Today the LHCb collaboration has submitted for publication two papers (one brief, and the other one containing full details) reporting the observation of four “exotic” particles decaying into a J/ψ and a φ meson, only one of which was well established before. These results were based on a result of a detailed analysis of charged B+ meson decays into J/ψ, φ and K+ mesons using the full run 1 data sample. The data could not be described by a model that contains only ordinary particles, i.e. composite hadrons built of either a quark and an anti-quark, or three quarks. Each of the four particles is observed with a significance exceeding five standard deviations. The sophisticated analysis of the angular distribution of B meson decay products observed with the LHCb detector (a so-called multidimensional full amplitude analysis) allowed LHCb to determine properties (quantum numbers) of the particles with high precision. The images below show the reconstruction of the contributions (in the J/ψφ invariant mass distribution) marked as peaking structures with different colours. The right image shows the spectrum for the selected events with the φK invariant mass to be above 1950 MeV. The properties of these structures are consistent with their interpretation as four-quark particles, which are considered as “exotic”, (hence the “exotic-like” name in the title), although the details of the four quark ccss binding mechanism is still under discussion. The binding mechanism could involve tightly bound tetraquarks or strange charm charged meson pairs Ds Ds* bouncing off each other and rearranging their quark content to emerge as a J/ψφ system (called a “cusp” by experts; note that J/ψφ and DsDs* systems have the same quark content). The high statistics of the LHCb data set and the sophisticated techniques exploited in the analysis will help to shed further light into the production mechanisms of these particles. More information can be found in the first paper, with further details given in the second.

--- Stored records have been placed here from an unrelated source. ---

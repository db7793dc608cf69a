import { adviseCalibrationThreshold, calibrateSite, type CalibratedRates } from "@/lib/science/detection/calibration";
import {
  isFull,
  refusalOf,
  refused,
  type DetectionInput,
  type DetectionRefusal,
} from "@/lib/science/detection/detection-input";
import {
  detectionWarning,
  type DetectionWarning,
  type DetectionWarningCode,
} from "@/lib/science/detection/detection-warnings";
import { mixtureErrorRates } from "@/lib/science/detection/mixture-error-rates";
import { fitPoissonMixture } from "@/lib/science/detection/poisson-mixture";
import {
  fitWarnings,
  isUsable,
  rateWarnings,
  readingWarnings,
  type SiteFit,
} from "@/lib/science/detection/site-warnings";
import { advisePoissonThreshold } from "@/lib/science/detection/threshold";
import type { Interval } from "@/lib/science/stats/intervals";
import { median } from "@/lib/science/stats/quantiles";

/** One site of a detection; null where the method cannot tell. */
export interface DetectedSite {
  site: number;
  threshold: number;
  /** ε_d */
  falseBright: number | null;
  /** ε_b */
  falseDark: number | null;
  /** 95 % intervals: Clopper–Pearson from calibration, from the observed information with a mixture. */
  falseBrightInterval: Interval | null;
  falseDarkInterval: Interval | null;
  /** 1 − (ε_d + ε_b)/2 */
  fidelity: number | null;
  /** Draw ε anew from Beta(errors + ½, shots − errors + ½); counted for calibration, matched moments for a mixture. */
  evidence: CalibratedRates["evidence"] | null;
  ratesFrom: "calibration" | "mixture" | null;
  /** The fitted components, when a mixture was fitted and has two. */
  mixture: { dark: number; bright: number; brightWeight: number } | null;
  warnings: DetectionWarning[];
}

export interface Detected {
  kind: "detected";
  /** `[site]` */
  sites: DetectedSite[];
}

/**
 * Returns thresholds, error rates and warnings of all sites, or why there are none. Thresholds: the given ones; else
 * advised by calibration shots or mixture; a site with no two usable components borrows the median of the other
 * sites. Rates: from calibration with methods `calibration` and, when there is one, `fixed`; else from the mixture.
 */
export function detect(input: DetectionInput): Detected | DetectionRefusal {
  const refusal = refusalOf(input);
  if (refusal !== null) return refusal;
  const source = rateSource(input);
  const fits = input.histograms.map((histogram) =>
    source === "mixture" ? fitPoissonMixture(histogram.frequencies) : null,
  );
  const thresholds = chooseThresholds(input, fits);
  if (thresholds === null) {
    return refused(
      "method",
      "No site shows two components, so the mixture gives no threshold; give one, or add calibration shots.",
    );
  }
  const sites = input.histograms.map((_, site) => detectSite(input, site, thresholds[site], fits[site]));
  return { kind: "detected", sites };
}

function rateSource({ method, calibration, countKind }: DetectionInput): "calibration" | "mixture" | null {
  if (method !== "mixture" && isFull(calibration)) return "calibration";
  return countKind === "whole" ? "mixture" : null;
}

interface ChosenThreshold {
  threshold: number;
  borrowed: boolean;
}

function chooseThresholds(input: DetectionInput, fits: SiteFit[]): ChosenThreshold[] | null {
  const { thresholds, histograms, calibration } = input;
  if (thresholds !== null) {
    return histograms.map((_, site) => ({
      threshold: thresholds.length === 1 ? thresholds[0] : thresholds[site],
      borrowed: false,
    }));
  }
  if (input.method === "calibration" && isFull(calibration)) {
    return histograms.map((_, site) => ({ threshold: adviseCalibrationThreshold(calibration, site), borrowed: false }));
  }
  const advised = fits.map((fit) => (isUsable(fit) ? advisePoissonThreshold(fit.dark, fit.bright) : null));
  const own = advised.filter((threshold) => threshold !== null);
  if (own.length === 0) return null;
  // The median of an even number may lie between half-integers; half-integers are what is advised.
  const lent = Math.floor(median(own)) + 0.5;
  return advised.map((threshold) => ({ threshold: threshold ?? lent, borrowed: threshold === null }));
}

function detectSite(input: DetectionInput, site: number, chosen: ChosenThreshold, fit: SiteFit): DetectedSite {
  const { threshold } = chosen;
  const source = rateSource(input);
  const rates = ratesOf(input, site, threshold, fit);
  const codes: DetectionWarningCode[] = [
    ...fitWarnings(fit),
    ...(chosen.borrowed ? (["threshold-borrowed"] as const) : []),
    ...rateWarnings(rates, source),
    ...readingWarnings(input.histograms[site], threshold, input.countKind === "whole" ? 0 : 1),
  ];
  return {
    site,
    threshold,
    falseBright: rates?.falseBright ?? null,
    falseDark: rates?.falseDark ?? null,
    falseBrightInterval: rates?.falseBrightInterval ?? null,
    falseDarkInterval: rates?.falseDarkInterval ?? null,
    fidelity: rates === null ? null : 1 - (rates.falseBright + rates.falseDark) / 2,
    evidence: rates?.evidence ?? null,
    ratesFrom: rates === null ? null : source,
    mixture:
      fit?.kind === "two-components" ? { dark: fit.dark, bright: fit.bright, brightWeight: fit.brightWeight } : null,
    warnings: codes.map(detectionWarning),
  };
}

function ratesOf(input: DetectionInput, site: number, threshold: number, fit: SiteFit): CalibratedRates | null {
  if (rateSource(input) === "calibration" && isFull(input.calibration)) {
    return calibrateSite(input.calibration, site, threshold);
  }
  return isUsable(fit) ? mixtureErrorRates(fit, threshold) : null;
}
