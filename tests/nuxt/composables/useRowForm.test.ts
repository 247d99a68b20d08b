import { mountSuspended } from '@nuxt/test-utils/runtime'
import { flushPromises } from '@vue/test-utils'
import { beforeEach, describe, expect, it } from 'vitest'
import { defineComponent, h } from 'vue'
import { useRowForm } from '~/composables/useRowForm'
import { ApiError } from '~/services/ApiError'

interface Row {
  id: number
  version: number
  name: string
}
const row: Row = { id: 4, version: 2, name: 'as stored' }

async function mountForm(change: (fields: { name: string, version: number }) => Promise<unknown>) {
  let form!: ReturnType<typeof useRowForm<{ name: string }, Row>>
  const wrapper = await mountSuspended(defineComponent({
    setup() {
      form = useRowForm<{ name: string }, Row>({
        draftName: () => 'row:4', row: () => row, fieldsOf: found => ({ name: found?.name ?? '' }), create: () => Promise.resolve(), change,
      })
      return () => h('p', form.fields.value.name)
    },
  }))
  return { form, wrapper }
}

describe('the form of a row', () => {
  beforeEach(() => sessionStorage.clear())

  it('overwrites nothing that somebody else changed: it shows theirs and saves mine over it only when told to', async () => {
    const sent: number[] = []
    const { form } = await mountForm(async ({ version }) => {
      sent.push(version)
      if (version === 2) throw new ApiError('conflict', 'Changed meanwhile.', undefined, { current: { ...row, version: 3, name: 'theirs' } })
    })
    form.fields.value.name = 'mine'
    expect(await form.save()).toBe(false)
    expect(form.conflict.value).toEqual({ version: 3, fields: { name: 'theirs' } })
    expect(form.fields.value.name).toBe('mine')
    expect(await form.keepMine()).toBe(true)
    expect(sent).toEqual([2, 3])
  })

  it('takes theirs when told to, and then saves from their version on', async () => {
    const sent: unknown[] = []
    const { form } = await mountForm(async (fields) => {
      sent.push(fields)
      if (fields.version === 2) throw new ApiError('conflict', 'Changed meanwhile.', undefined, { current: { ...row, version: 3, name: 'theirs' } })
    })
    await form.save()
    form.takeTheirs()
    expect(form.conflict.value).toBeNull()
    await form.save()
    expect(sent.at(-1)).toEqual({ name: 'theirs', version: 3 })
  })

  it('keeps what was typed across a reload until it is saved', async () => {
    const first = await mountForm(() => Promise.reject(new ApiError('signedOut', 'Your session has ended.')))
    first.form.fields.value.name = 'typed'
    await flushPromises()
    await first.form.save()
    first.wrapper.unmount()
    const second = await mountForm(() => Promise.resolve())
    await flushPromises()
    expect(second.form.fields.value.name).toBe('typed')
    expect(second.form.restored.value).toBe(true)
    await second.form.save()
    second.wrapper.unmount()
    const third = await mountForm(() => Promise.resolve())
    await flushPromises()
    expect(third.form.fields.value.name).toBe('as stored')
    expect(third.form.restored.value).toBe(false)
  })
})
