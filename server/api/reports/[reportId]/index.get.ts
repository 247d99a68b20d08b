import { readReport } from '../../../services/reports/readReport'
import { revisionReader } from '../../../services/revisions/RevisionReader'

/** GET /api/reports/[reportId]: a report with what its draft is made from and its revisions. */
export default defineApiHandler('GET /api/reports/[reportId]', {}, ({ params, actor, roles }) => readReport(params.reportId, revisionReader(actor, roles), roles))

The interest in these four states is also that they are the only known exotic candidates which do not contain u and d quarks, which are the lightest quarks and those which human beings and the matter around us are made of. As such, they may be more tightly bound than other exotic particles.
The observation of the X(4274), X(4500) and X(4700) particles was announced for the first time today. Evidence for the X(4140) near-threshold J/ψφ mass peak at a level of 3.8 standard deviations was first announced by the CDF collaboration and later confirmed by the CMS and D0 collaborations. Searches for this particle by the Belle and BaBar collaborations gave negative results. The LHCb analysis yields a clear observation of the X(4140), and indicates a particle with similar mass but larger width to the earlier measurements from CDF, CMS and D0. It is important to emphasise that simple `bump-hunting’ in the mass spectra is not sufficient to learn about the nature of such complicated hadronic structures. Rather, a multidimensional full amplitude analysis, as described in the two papers submitted today, is crucial for data interpretation, and has allowed LHCb to characterise fully the particles, and to determine their quantum numbers.
These results have been recently presented by LHCb physicists at the Meson 2016 workshop, and at the Rencontres de Blois, FPCP, LHCP and BEACH conferences. The LHCb collaboration has made several other important contributions to the investigation of exotic particles. In February 2013 the quantum numbers of X(3872) were determined. In 24 April 2014 and 9 April 2014 the collaboration published results of measurements which demonstrated that the Z(4430)+ particle is composed of four quarks (ccdu). In July 2015 the first observation of two pentaquark particles, i.e. hadrons composed of five quarks, was announced.